For NIST Pillar 2 (delegated authority), the proxy enforces the user's authorization scope on the agent's actions rather than the agent's static credentials. For NIST Pillar 3 (action lineage), the per-action record produced by the proxy is the action lineage the framework calls for. For EU AI Act Article 12, the recording is automatic and structural to the system. For ISO 42001 audit, the records are the evidence the auditor samples against.

The frameworks were written before agentic systems were the dominant deployment pattern. The architecture that satisfies them is the per-decision evaluation at the request boundary, applied at the action layer.

If your agentic deployment is producing chatbot-shaped logs against an action-shaped compliance obligation, the gap will surface at the next audit. Let's talk today.

Frequently asked questions

Does the EU AI Act explicitly classify agentic systems differently from chatbots?

No. The Act classifies AI systems by use case and risk level, not by interaction modality. A chatbot used in a high-risk Annex III category is high-risk. An agentic system used in the same category is also high-risk. The Article 12 obligation applies the same way. The practical difference is that agentic systems produce more policy-relevant events per user prompt, so the volume of records the system has to produce is higher and the granularity is finer.

How does the NIST framework treat agents acting on behalf of other agents?

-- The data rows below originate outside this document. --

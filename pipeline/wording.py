"""Counts in plain words for what lagfield prints: "1 particle", "2 particles"."""

from __future__ import annotations


def plural(count: int, noun: str, plural_noun: str | None = None) -> str:
    """`count` and `noun`, the noun in the plural unless count is 1 (plural_noun when the
    plural is not noun + "s")."""
    return f"{count} {noun if count == 1 else plural_noun or noun + 's'}"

The framework allows for delegation chains as long as the identity and authorization context propagate at each step. The pattern in practice is that the originating user identity stays with the request as it moves through the chain, and the authorization at each step is bounded by the user's permissions. Static credentials at any link in the chain break the chain and put the deployment outside the framework's strong reading. The architectural enforcement of this property happens at the request boundary where the action calls are made.

Does the framework apply to internal agents that do not interact with users directly?

Yes. The NIST framework was written to cover agent-to-agent and machine-to-machine AI activity in addition to human-facing chatbots. An internal agent that takes actions based on a scheduled trigger or another agent's prompt still produces actions that need authorization and recording. The originating identity in that case is the scheduled-task identity or the upstream agent's identity, and the same per-action evidence requirements apply.

What does the audit pattern look like for an agentic system at SOC 2 testing?

The auditor samples actions across the audit period rather than user-facing requests. For each sampled action, the auditor expects to see the user identity on whose behalf the action was taken, the policy version in effect, the data classification of the action's target, and the decision outcome. The control test asks whether an unauthorized action would have been blocked at the policy evaluation point. The evidence layer has to support both the sampled record retrieval and the control test.

How does this change the procurement evaluation for agentic AI vendors?

The vendor's architecture either supports per-action evidence under the deployer's control or it does not. The procurement evaluation has to test for it. A vendor that produces logs only on its own infrastructure, in its own format, with its own retention, leaves the deployer dependent on the vendor for the disclosure obligation. A vendor that can route action calls through the deployer's enforcement layer, or that produces records the deployer can ingest and retain, supports the audit framework. The distinction is becoming a standard line item in AI vendor questionnaires.